Am I Saved? How Can I Be Sure?
We’ve just finished our sermon series on the Doctrines of Grace. Although I purposely only used the word once in the series (best as I recall), this was, of course, a study of Calvinism and why we, at Crosstown, hold to these doctrines unashamedly. Calvinism is just a nickname for these distinctive doctrines; whether a person is comfortable with the nickname or not is unimportant. But our beliefs about these doctrines are not unimportant since they deal with the central issues involved in our understanding of Christian salvation.
So as controversial as this subject can be, we cannot ignore it. This is true also for those of us who hold strong convictions on the matter. There are more depths for us to explore here than we can possibly know. The doctrine of salvation is second only to the doctrine of God (in my estimation) in importance as well as in complexity and mystery.

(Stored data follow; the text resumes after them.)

"""Tilted and upward fixtures against closed forms.

References
----------
- Inverse-square law and Lambert's cosine law: a Lambertian point source of flux Φ has I(γ) = (Φ/π) cos γ,
  γ the angle from its axis, and lights a surface element at distance d with E = I(γ) cos θ_r / d²
  (Rea M.S. (ed.), IESNA Lighting Handbook, 9th ed., 2000, ch. 9; from memory as the textbook result).
- Configuration factor of a differential element parallel to a rectangle, one corner of the rectangle over
  the element: F = (1/2π)[A/√(1+A²) atan(B/√(1+A²)) + B/√(1+B²) atan(A/√(1+B²))], A = a/c, B = b/c
  (Howell J.R., A Catalog of Radiation Heat Transfer Configuration Factors, case B-3; from memory).
- A Lambertian surface of exitance M lights an element at r with dE = M cos θ₁ cos θ₂ dA / (π r²).
"""

import numpy as np
import pytest
from numpy.testing import assert_allclose

from app.engine.aim import aim_axis
from app.engine.compute import clear_caches, compute_scene
from app.engine.direct import irradiance_from_nodes
from app.engine.distributions import lambertian
from app.engine.scene import Emitter, Enclosure, Grid

PPF = 500.0  # µmol/s


def lambert_tilted(points, source, tilt_deg, aim_deg, flux=PPF):
    """E = (Φ/π) max(cos γ, 0) cos θ_r / d² on level, upward points: the closed form above."""
    v = points - source
    d = np.linalg.norm(v, axis=-1)
    cos_gamma = np.maximum(v @ aim_axis(tilt_deg, aim_deg) / d, 0.0)
    cos_r = np.maximum(-v[..., 2] / d, 0.0)
    return flux / np.pi * cos_gamma * cos_r / d**2


def grid_points(g: Grid) -> np.ndarray:
    gx, gy = np.meshgrid(g.x_m, g.y_m)
    return np.stack([gx, gy, np.full(gx.shape, g.z_m)], axis=-1)


@pytest.mark.parametrize("tilt", [30.0, 60.0, 90.0])
@pytest.mark.parametrize("aim", [0.0, 135.0])
def test_tilted_lambertian_point_on_a_level_plane(tilt, aim):
    src = np.array([3.0, 2.5, 1.2])
    g = Grid("g", 0.0, 0.0, 6.0, 5.0, 0.0, 0.1)
    pts = grid_points(g)
    got = irradiance_from_nodes(pts.reshape(-1, 3), src[None, :], np.array([PPF]), lambertian(), 25.0,
                                tilt_deg=tilt, aim_deg=aim).reshape(pts.shape[:2])  # fmt: skip
    ref = lambert_tilted(pts, src, tilt, aim)
    assert_allclose(got, ref, rtol=1e-9, atol=1e-12)
    # Through the whole chain (footprint stamp, cull window): the same map, within the cull tolerance.
    e = Emitter("F", *src, PPF, lambertian(), rotation_deg=25.0, tilt_deg=tilt, aim_deg=aim)
    ppfd = compute_scene((e,), (g,), Enclosure(6.0, 5.0, 3.0))[0].ppfd
    assert_allclose(ppfd, ref, rtol=2e-5, atol=1e-4 * ref.max())
    # It leans toward the aim: the brightest point lies on the aim's side of the plumb point.
    j, i = np.unravel_index(np.argmax(ppfd), ppfd.shape)
    lean = np.array([np.cos(np.radians(aim)), np.sin(np.radians(aim))])
    assert (np.array([g.x_m[i], g.y_m[j]]) - src[:2]) @ lean > 0


def test_level_fixtures_ignore_the_aim_and_share_footprints():
    g = Grid("g", 0.0, 0.0, 4.0, 4.0, 0.0, 0.1)
    a = Emitter("A", 2.0, 2.0, 1.0, PPF, lambertian(), tilt_deg=0.0, aim_deg=0.0)
    b = Emitter("B", 2.0, 2.0, 1.0, PPF, lambertian(), tilt_deg=1e-9, aim_deg=200.0)
    enc = Enclosure(4.0, 4.0, 3.0)
    assert_allclose(compute_scene((a,), (g,), enc)[0].ppfd, compute_scene((b,), (g,), enc)[0].ppfd, rtol=1e-6)


def test_footprint_cache_keeps_aims_apart():
    """Two tilted fixtures alike but for the aim, at the same place in a grid cell: different maps."""
    clear_caches()
    g = Grid("g", 0.0, 0.0, 6.0, 4.0, 0.0, 0.1)
    enc = Enclosure(6.0, 4.0, 3.0)
    east = Emitter("E", 1.5, 2.0, 1.0, PPF, lambertian(), tilt_deg=45.0, aim_deg=0.0)
    west = Emitter("W", 4.5, 2.0, 1.0, PPF, lambertian(), tilt_deg=45.0, aim_deg=180.0)
    ppfd = compute_scene((east, west), (g,), enc)[0].ppfd
    pts = grid_points(g)
    ref = lambert_tilted(pts, np.array([1.5, 2.0, 1.0]), 45, 0) + lambert_tilted(
        pts, np.array([4.5, 2.0, 1.0]), 45, 180
    )
    assert_allclose(ppfd, ref, rtol=2e-5, atol=1e-4 * ref.max())


def test_sideways_bar_lights_the_canopy_beside_it():
    """A 1.2 m bar along x, turned to face +y (tilt 90°, aim 90°), 0.8 m above a canopy that starts at its
    plumb line: the reference sums 2,400 Lambertian point elements along the bar (inverse-square and cosine
    laws), each carrying Φ/2400."""
    src = np.array([2.0, 1.0, 0.8])
    g = Grid("g", 0.5, 1.0, 3.0, 2.0, 0.0, 0.1)
    e = Emitter("B", *src, PPF, lambertian(), "bar", 1.2, 0.04, tilt_deg=90.0, aim_deg=90.0)
    ppfd = compute_scene((e,), (g,), Enclosure(4.0, 4.0, 2.5))[0].ppfd
    pts = grid_points(g)
    us = (np.arange(2400) + 0.5) / 2400 * 1.2 - 0.6
    ref = sum(lambert_tilted(pts, src + [u, 0.0, 0.0], 90.0, 90.0, PPF / us.size) for u in us)
    assert_allclose(ppfd, ref, rtol=5e-3, atol=1e-3 * ref.max())
    assert ppfd[:, :].max() > 0 and np.all(ppfd[0] >= 0)


def test_sideways_fixture_sends_nothing_behind_it():
    """Aimed level toward +x: a Lambertian sends no light into the half-space behind it (cos γ < 0)."""
    g = Grid("g", 0.0, 0.0, 4.0, 2.0, 0.0, 0.1)
    e = Emitter("F", 2.0, 1.0, 1.0, PPF, lambertian(), tilt_deg=90.0, aim_deg=0.0)
    ppfd = compute_scene((e,), (g,), Enclosure(4.0, 2.0, 2.5))[0].ppfd
    behind = g.x_m < 2.0 - 1e-9
    assert np.all(ppfd[:, behind] == 0.0) and ppfd[:, ~behind].max() > 0


def _ceiling_to_points(points, exitance, W, L, H, n=400):
    """∫ M(q) cos θ₁ cos θ₂ / (π r²) dA over the ceiling 0..W × 0..L at H, midpoint rule on n × n cells."""
    xs, ys = (np.arange(n) + 0.5) * W / n, (np.arange(n) + 0.5) * L / n
    qx, qy = np.meshgrid(xs, ys)
    m = exitance(qx, qy) * (W / n) * (L / n)
    out = []
    for p in points:
        h = H - p[2]
        r2 = (qx - p[0]) ** 2 + (qy - p[1]) ** 2 + h * h
        out.append(np.sum(m * h * h / (np.pi * r2 * r2)))
    return np.array(out)


def test_ceiling_integral_matches_the_configuration_factor():
    """The reference integrator itself: a uniform ceiling of exitance 1 seen from the centre of the floor of a
    4 × 4 × 2 m room gives 4 F(A = B = 1) (Howell B-3, four corners meeting over the point)."""
    got = _ceiling_to_points(np.array([[2.0, 2.0, 0.0]]), lambda x, y: np.ones_like(x), 4.0, 4.0, 2.0)[0]
    a = b = 1.0
    f = (a / np.hypot(1, a) * np.arctan(b / np.hypot(1, a)) + b / np.hypot(1, b) * np.arctan(a / np.hypot(1, b))) / (
        2 * np.pi
    )
    assert_allclose(got, 4 * f, rtol=1e-4)


def test_upward_fixture_lights_the_canopy_only_through_a_matt_ceiling():
    """An upward Lambertian point (tilt 180°) 1 m under a matt ceiling (ρ = 0.8; walls and floor dark): no direct
    light on the canopy below; the ceiling's irradiance is E_c = Φ h² / (π d⁴) (Lambert, inverse-square), its
    exitance ρ E_c, and the canopy gets ∫ ρ E_c cos θ₁ cos θ₂ / (π r²) dA (the ceiling sees no other lit surface)."""
    W, L, H, rho = 4.0, 4.0, 2.5, 0.8
    src = np.array([2.0, 2.0, 1.5])
    kinds = tuple((s, "absorbing", 0.0) for s in ("left", "right", "front", "back")) + (("ceiling", "diffuse", rho),)
    enc = Enclosure(W, L, H, surfaces=kinds)
    g = Grid("g", 0.0, 0.0, W, L, 0.5, 0.5)
    e = Emitter("U", *src, PPF, lambertian(), tilt_deg=180.0)
    zone = compute_scene((e,), (g,), enc)[0]
    assert np.all(zone.direct == 0.0)
    hc = H - src[2]

    def exitance(x, y):
        d2 = (x - src[0]) ** 2 + (y - src[1]) ** 2 + hc * hc
        return rho * PPF * hc * hc / (np.pi * d2 * d2)

    pts = grid_points(g).reshape(-1, 3)
    ref = _ceiling_to_points(pts, exitance, W, L, H).reshape(g.ny, g.nx)
    assert zone.reflected.min() > 0
    assert_allclose(zone.reflected, ref, rtol=0.015)  # measured: 0.84 % at worst (12 x 12 ceiling patches)


def test_upward_fixture_under_a_dark_ceiling_gives_nothing():
    enc = Enclosure(4.0, 4.0, 2.5)  # absorbing everywhere
    g = Grid("g", 0.0, 0.0, 4.0, 4.0, 0.5, 0.5)
    zone = compute_scene((Emitter("U", 2.0, 2.0, 1.5, PPF, lambertian(), tilt_deg=180.0),), (g,), enc)[0]
    assert np.all(zone.ppfd == 0.0)


def test_mirror_image_of_a_tilted_fixture_is_mirrored():
    """A right-hand mirror wall (x = W, ρ = 0.9, the rest open): by the method of images the canopy gets the real
    source's light at (x, y) plus ρ × its light at the mirrored point (2W − x, y), both by the closed form, for a
    fixture tilted 50° toward the mirror (aim 20°)."""
    W, L, rho = 3.0, 3.0, 0.9
    kinds = (("left", "open", 0.0), ("right", "specular", rho), ("front", "open", 0.0), ("back", "open", 0.0))
    enc = Enclosure(W, L, 3.0, surfaces=(*kinds, ("ceiling", "open", 0.0)))
    src = np.array([2.0, 1.2, 1.0])
    g = Grid("g", 0.0, 0.0, W, L, 0.0, 0.1)
    e = Emitter("F", *src, PPF, lambertian(), tilt_deg=50.0, aim_deg=20.0)
    ppfd = compute_scene((e,), (g,), enc)[0].ppfd
    pts = grid_points(g)
    mirrored = pts.copy()
    mirrored[..., 0] = 2 * W - pts[..., 0]
    ref = lambert_tilted(pts, src, 50.0, 20.0) + rho * lambert_tilted(mirrored, src, 50.0, 20.0)
    assert_allclose(ppfd, ref, rtol=1e-3, atol=1e-4 * ref.max())


@pytest.mark.parametrize("tilt, aim", [(40.0, 30.0), (90.0, 0.0), (180.0, 0.0), ("isotropic table", 0.0)])
def test_budget_of_tilted_fixtures_agrees_with_the_maps(tent_doc, tilt, aim):
    """The ray tally (app/engine/budget.py) follows each ray from the tilted fixture, independently of the maps:
    the canopy's share of the photons matches Σ PPFD × cell area, within 1 % in the mirror tent (walls and
    ceiling: the upward light comes back from the ceiling images) and 6 % with a matt ceiling (radiosity on
    coarse patches), the tolerances of tests/engine/test_budget.py."""
    import json

    from app.engine.budget import photon_budget
    from app.room.roomfile import parse_room_file
    from app.service.scene_builder import build_scene

    if tilt == "isotropic table":  # hung level; half its light goes up to the mirror ceiling and comes back
        iso = {"kind": "tabulated", "polar_deg": [0, 90, 180], "azimuth_deg": [0], "relative_intensity": [[1, 1, 1]]}
        for t in tent_doc["room"]["fixture_types"]:
            t["beam"] = iso
        tilt = 0.0
    for f in tent_doc["room"]["fixtures"]:
        f.update(tilt_deg=tilt, aim_deg=aim)
    if tilt == 180.0:
        # Dark walls: the maps do not follow matt light sent on by way of a mirror wall (README), the tally does.
        tent_doc["room"]["wall_finish"] = {"kind": "absorbing", "reflectance": 0.0}
        tent_doc["room"]["surface_finishes"] = {"ceiling": {"kind": "diffuse", "reflectance": 0.8}}
    scene = build_scene(parse_room_file(json.dumps(tent_doc)).room)
    b = photon_budget(scene.emitters, scene.grids, scene.enclosure, scene.boxes)
    for zl in compute_scene(scene.emitters, scene.grids, scene.enclosure, scene.boxes):
        mapped = float((zl.ppfd * zl.grid.cell_area_m2).sum())
        assert mapped > 0
        assert_allclose(mapped, b.zones_umol_s[zl.grid.id], rtol=0.01 if tilt < 180 else 0.06)


def test_upward_fixture_under_a_mirror_ceiling_is_its_image():
    """Method of images: an upward Lambertian point at z under a mirror ceiling at H (ρ = 0.9, walls open) lights
    the canopy as ρ × a downward Lambertian point at 2H − z (inverse-square and cosine laws)."""
    W = L = 3.0
    H, rho = 2.4, 0.9
    kinds = tuple((s, "open", 0.0) for s in ("left", "right", "front", "back")) + (("ceiling", "specular", rho),)
    enc = Enclosure(W, L, H, surfaces=kinds)
    g = Grid("g", 0.0, 0.0, W, L, 0.3, 0.1)
    e = Emitter("U", 1.2, 1.6, 1.5, PPF, lambertian(), tilt_deg=180.0, aim_deg=75.0)
    zone = compute_scene((e,), (g,), enc)[0]
    assert np.all(zone.direct == 0.0)
    ref = rho * lambert_tilted(grid_points(g), np.array([1.2, 1.6, 2 * H - 1.5]), 0.0, 0.0)
    assert_allclose(zone.reflected, ref, rtol=0.02)  # measured 1.5 %: the images are bilinear on a 9 x 9 grid


def _segment_hits_box(q, p, lo, hi):
    """Slab test (Kay & Kajiya 1986) for segments q → p (broadcast (…, 3)) against one box, written here alone."""
    d = p - q
    with np.errstate(divide="ignore", invalid="ignore"):
        t1, t2 = (lo - q) / d, (hi - q) / d
    t1 = np.where(np.isnan(t1), -np.inf, t1)
    t2 = np.where(np.isnan(t2), np.inf, t2)
    tmin = np.max(np.minimum(t1, t2), axis=-1)
    tmax = np.min(np.maximum(t1, t2), axis=-1)
    return (tmax > tmin) & (tmax > 1e-9) & (tmin < 1 - 1e-9)


@pytest.mark.parametrize("with_box", [False, True])
def test_tilted_panel_with_and_without_a_shadow(with_box):
    """A 0.6 × 0.4 m Lambertian panel turned 30° and tilted 60° toward aim 200°, 0.9 m over a canopy, with a box
    beside its plumb point: the reference cuts the tilted face into 60 × 40 elements, each a Lambertian point of
    Φ/2400 (inverse-square and cosine laws), hidden where the segment to the point crosses the box."""
    from app.engine.aim import aim_matrix
    from app.engine.scene import Box

    c = np.array([2.0, 2.0, 0.9])
    tilt, aim, rot = 60.0, 200.0, 30.0
    box = Box(1.0, 1.5, 0.0, 1.3, 2.3, 0.5)
    boxes = (box,) if with_box else ()
    g = Grid("g", 0.0, 0.0, 4.0, 4.0, 0.0, 0.1)
    e = Emitter("P", *c, PPF, lambertian(), "panel", 0.6, 0.4, rotation_deg=rot, tilt_deg=tilt, aim_deg=aim)
    ppfd = compute_scene((e,), (g,), Enclosure(4.0, 4.0, 2.5), boxes)[0].ppfd
    m = aim_matrix(rot, tilt, aim)
    u = (np.arange(60) + 0.5) / 60 * 0.6 - 0.3
    v = (np.arange(40) + 0.5) / 40 * 0.4 - 0.2
    uu, vv = np.meshgrid(u, v, indexing="ij")
    nodes = c + uu.reshape(-1, 1) * m[:, 0] + vv.reshape(-1, 1) * m[:, 1]
    pts = grid_points(g).reshape(-1, 3)
    ref = np.zeros(pts.shape[0])
    lo, hi = np.array([box.x0_m, box.y0_m, box.z0_m]), np.array([box.x1_m, box.y1_m, box.z1_m])
    for q in nodes:
        k = lambert_tilted(pts, q, tilt, aim, PPF / nodes.shape[0])
        if with_box:
            k = np.where(_segment_hits_box(q[None, :], pts, lo, hi), 0.0, k)
        ref += k
    ref = ref.reshape(ppfd.shape)
    if with_box:
        assert ref.min() == 0.0 and np.any((ref > 0) & (ref < 0.5 * ref.max()))  # a shadow with a penumbra
    # Elements of 1 cm against the engine's Gauss-Legendre cells: a penumbra's edge is where they differ most.
    err = np.abs(ppfd - ref) / ref.max()
    # Measured: 0.09 % of the peak at worst in open air, 0.66 % at the shadow's edge (RMS 0.01 % and 0.04 %).
    assert err.max() < (0.01 if with_box else 2e-3), err.max()
    assert np.sqrt(np.mean(err**2)) < (2e-3 if with_box else 5e-4)


@pytest.mark.parametrize("tilt, aim", [(30.0, 0.0), (50.0, 120.0)])
def test_tilted_lambertian_panel_matches_the_contour_formula(tilt, aim):
    """A 0.6 × 0.4 m Lambertian panel tilted toward one side, seen from level points on the floor: by
    reciprocity E = M · F(dA → panel), M = Φ / area, F by Lambert's contour formula for the element and the
    tilted rectangle (Siegel & Howell, Thermal Radiation Heat Transfer, element to polygon; the same formula
    gives Howell's element-to-tilted-rectangle cases)."""
    from app.engine.aim import aim_matrix
    from app.engine.direct import direct_patch
    from app.engine.formfactors import element_to_polygon

    length, width, z = 0.6, 0.4, 1.0
    e = Emitter("p", 0.0, 0.0, z, PPF, lambertian(), "panel", length, width, tilt_deg=tilt, aim_deg=aim)
    g = Grid("g", -1.0, -1.0, 2.0, 2.0, 0.0, 0.1)
    out = np.zeros((g.ny, g.nx))
    direct_patch(e, g, dtype=np.float64).add_into(out)
    m = aim_matrix(0.0, tilt, aim)
    u, v = m[:, 0] * length / 2, m[:, 1] * width / 2
    c = np.array([0.0, 0.0, z])
    corners = np.array([[c - u - v, c + u - v, c + u + v, c - u + v]])
    pts = grid_points(g).reshape(-1, 3)
    face = aim_axis(tilt, aim)
    # Points the whole face looks at (in front of its plane), as the formula asks.
    front = np.all((pts[:, None, :] - corners[0][None]) @ face > 1e-9, axis=1)
    ref = PPF / (length * width) * element_to_polygon(pts[front], (0.0, 0.0, 1.0), corners)[:, 0]
    got = out.reshape(-1)[front]
    assert front.sum() > 200
    assert_allclose(got, ref, rtol=2e-3, atol=1e-3 * ref.max())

One good way to continue studying this subject is to consider the arguments of those with whom we disagree. For this series, I read two books in particular: For Calvinism, by Michael Horton, and Against Calvinism, by Roger Olson. Both books offer the reader much to be considered. Perhaps the most surprising discovery for me was how much the fifth point in the doctrines of grace, the perseverance of the saints, persuasively demonstrates the truthfulness of all the doctrines.
The Arminian View
Roger Olson says that this is perhaps the least controversial aspect of Calvinism since many non-Calvinists readily accept it (p. 52). He even points to texts like Romans 8:35-39 which, along with other texts like John 10:28, seem to argue conclusively that those who have been given eternal life can in no way forfeit it. The official Arminian perspective is ambivalent on the issue, since both Jacob Arminius and the Articles of Remonstrance (1610) could not come to a decisive conclusion on this doctrine. Of course, the Arminian-Wesleyan tradition outright rejects it and, as I will argue below, they simply must if they want to argue against the other doctrines of grace.
The Reformed View
The doctrines of grace adamantly teach that those whom God has elected to salvation will not fail to come to faith and will be preserved in their faith to the very end of their lives. Can salvation be lost? Only if we view salvation as the decision that a person makes; for some who once claim to have trusted in Christ end up rejecting their Christian faith altogether, never to return. But since the reformed see salvation as the unilateral act of God to rescue his chosen ones from eternal damnation, those who are truly saved cannot forfeit their salvation but are guarded by God’s power so as not to ultimately fall away from faith in Christ.
Once Saved, Always Saved
To help us see the debate on this doctrine more clearly, I refer to the position that Michael Horton classifies as “inconsistent synergism” (p. 122). It is a belief about perseverance that often appears to agree with the Calvinistic perspective. Many who reject Calvinism believe in what they would call the “eternal security of the believer,” sometimes reiterated by the affirmation “once saved, always saved.” But this belief can only be held if you believe (like an Arminian) that a person’s free-will decision to accept Christ or not is what differentiates between the saved and the unsaved. But then you have to go on to hold the strange belief that, having the free will to accept Christ or not, the Christian afterward loses that free will and can never lose his salvation.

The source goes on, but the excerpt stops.